Michael Yon continues to post from AfStan, despite being yanked from his embed with 2 Rifles.

This paragraph sent me into the 'Way-Back Machine:
In July, British soldiers and I boarded a CH-47 helicopter at Camp Bastion for the flight to FOB Jackson at Sangin where fighting is brutal. The helicopter was so stuffed with men, gear and supplies that the cargo was not even strapped down. We steadied the long stack with our hands and prayed that the pilots not begin flying violent evasive maneuvers. The tail gunner partially lifted the ramp to prevent bundles from tumbling into the skies, and that was it for securing the bundles.

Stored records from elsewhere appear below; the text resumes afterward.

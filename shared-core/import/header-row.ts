import type { Cell } from './decoded-table.js';
import { cellText, isBlankCell } from './decoded-table.js';
import { columnIndex } from './column-mapping.js';

/** How far down a sheet to look for the header (titles and notes often sit above it). */
export const headerSearchRows = 50;

/** The index of the first of the first rows that holds every named column, or null. */
export function findHeader(rows: Cell[][], names: string[]): number | null {
  const wanted = names.filter((name) => name !== '');
  if (wanted.length === 0) return null;
  const limit = Math.min(rows.length, headerSearchRows);
  for (let i = 0; i < limit; i++) {
    const header = rows[i].map((cell) => cellText(cell).trim());
    if (wanted.every((name) => 'index' in columnIndex(header, name))) return i;
  }
  return null;
}

/**
 * The index of the header among the first rows of a table: the first row that holds every named
 * column, else the first row that is not blank. Titles above the header are skipped that way.
 */
export function locateHeader(rows: Cell[][], names: string[]): number {
  const found = findHeader(rows, names);
  if (found !== null) return found;
  const first = rows.findIndex((row) => row.some((cell) => !isBlankCell(cell)));
  return first < 0 ? 0 : first;
}

/** Header names as text; blank names get a placeholder naming their column letter. */
export function headerNames(cells: Cell[]): string[] {
  return cells.map((cell, index) => {
    const text = cellText(cell).trim();
    return text === '' ? `(column ${columnLetter(index)})` : text;
  });
}

/** Spreadsheet column letters: 0 → A, 25 → Z, 26 → AA. */
export function columnLetter(index: number): string {
  let letters = '';
  for (let n = index + 1; n > 0; n = Math.floor((n - 1) / 26))
    letters = String.fromCharCode(65 + ((n - 1) % 26)) + letters;
  return letters;
}
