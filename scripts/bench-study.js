// `npm run bench` part: save and open of a study with 100,000 observations and 1,000 audit events,
// against a plain JSON.stringify + write and read + JSON.parse of the same document (the ratio is
// what checking, hashing, canonical ordering and the atomic, flushed write cost).
import { mkdtempSync, readFileSync, rmSync, statSync, writeFileSync } from 'node:fs';
import { tmpdir } from 'node:os';
import { dirname, join } from 'node:path';
import { fileURLToPath, pathToFileURL } from 'node:url';

const dist = join(dirname(fileURLToPath(import.meta.url)), '..', 'dist');
const load = (file) => import(pathToFileURL(join(dist, file)).href);

const best = async (runs, task) => {
  let fastest = Infinity;
  for (let i = 0; i < runs; i++) {
    const start = process.hrtime.bigint();
    await task();
    fastest = Math.min(fastest, Number(process.hrtime.bigint() - start) / 1e9);
  }
  return fastest;
};

export async function benchStudy() {
  const { newStudy } = await load('shared-core/study/new-study.js');
  const { appendEvent } = await load('shared-core/study/audit-chain.js');
  const { saveStudyFile, openStudyFile } = await load('src-main/services/study-file.js');

  // Invented counts: a benchmark load, not data.
  const observations = Array.from({ length: 100_000 }, (_, i) => ({
    label: `P${i + 1}`,
    row: i + 2,
    count: (i * 7919) % 13,
    units: 40 + (i % 21),
    date: new Date(Date.UTC(2020, 0, 1) + i * 3_600_000).toISOString().slice(0, 10),
  }));
  const time = (i) => new Date(Date.UTC(2026, 0, 5, 8) + i * 1000).toISOString();
  let study = newStudy({
    id: '00000000-0000-4000-8000-000000000bench',
    identity: {
      part: 'bench part (invented)',
      processStep: 'bench',
      characteristic: 'marks',
      inspectionUnit: 'one part',
      owner: 'bench',
    },
    source: { file: 'bench.csv', sha256: '0'.repeat(64), importSettings: {}, importReport: {} },
    observations,
    method: { limits: 'sigma', multiplier: 3, alpha: 0.0027, rules: ['beyond'] },
    who: 'bench',
    now: time(0),
  });
  for (let i = study.events.length; i < 1000; i++) {
    const index = (i * 97) % observations.length;
    study = appendEvent(
      study,
      i % 2 === 0
        ? { type: 'note-added', who: 'bench', payload: { index, label: `P${index + 1}`, text: `note ${i}` } }
        : {
            type: 'excluded',
            who: 'bench',
            payload: {
              index,
              label: `P${index + 1}`,
              cause: { category: 'bench', description: `cause ${i}` },
            },
          },
      time(i),
    );
  }

  const folder = mkdtempSync(join(tmpdir(), 'll-bench-study-'));
  try {
    const path = join(folder, 'bench.ledger');
    const plain = join(folder, 'plain.json');
    let diskHash = null;
    const save = await best(3, async () => {
      const saved = await saveStudyFile(path, study, { expectedDiskHash: diskHash });
      if (!saved.ok) throw new Error(saved.findings[0].message);
      diskHash = saved.value.diskHash;
    });
    const open = await best(3, async () => {
      const opened = await openStudyFile(path);
      if (!opened.ok || opened.value.readOnly) throw new Error('the bench study did not open cleanly');
    });
    const plainWrite = await best(3, async () => writeFileSync(plain, JSON.stringify(study)));
    const plainRead = await best(3, async () => JSON.parse(readFileSync(plain, 'utf8')));
    const megabytes = statSync(path).size / 1e6;
    return [
      {
        step: `save (${megabytes.toFixed(1)} MB: verify, canonical text, temp + fsync + rename)`,
        seconds: save,
        'ratio to plain JSON': save / plainWrite,
      },
      {
        step: 'open (parse, schema, verify chain and data)',
        seconds: open,
        'ratio to plain JSON': open / plainRead,
      },
      { step: 'plain JSON.stringify + write (baseline)', seconds: plainWrite, 'ratio to plain JSON': 1 },
      { step: 'plain read + JSON.parse (baseline)', seconds: plainRead, 'ratio to plain JSON': 1 },
    ];
  } finally {
    rmSync(folder, { recursive: true, force: true });
  }
}

if (import.meta.url === pathToFileURL(process.argv[1] ?? '').href) {
  console.table(await benchStudy());
}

What triggered the memory? Well, during normal operations, the crewchief would have insisted that all passengers be strapped in and the cargo secured. In a combat assault, *nobody* straps in and *nothing* gets tied down, because the extra second it takes to release everyone's seat belt and the extra two seconds it takes to release everyone's gear is an extra three seconds that the aircraft and everyone in it is a single, high-value target. It's an extra three seconds that the mortar or RPG has to catch the aircraft on the ground. I don't even like thinking about the number of times a *whump!* and a spray of mud erupted from the spot I had been *two* seconds before.

They were making a combat assault into a FOB...

What else caught my attention? This --
We need more gear and more forces now. We can outfight these enemies and we can win the war, but at this rate a favorable outcome is difficult to imagine. This war shows signs that it will become more intense than Iraq at its peak. As with my twelve dispatches from 2006 warning that we were losing this war, the warnings over the past couple of years seem to be falling on incredulous ears. We will lose the war unless we get more troops and more gear soon.

The TaliQaeda aren't dummies. They took a page from the VC/NVA Playbook, and they're applying pressure while it will have maximum media impact, influencing the *political* debate about which should be the proper course to follow. Increasing the number of trainers for the Afghan Army and the National Police is a given -- but right now, we need to give the trainers *and* trainees secure space in which to train.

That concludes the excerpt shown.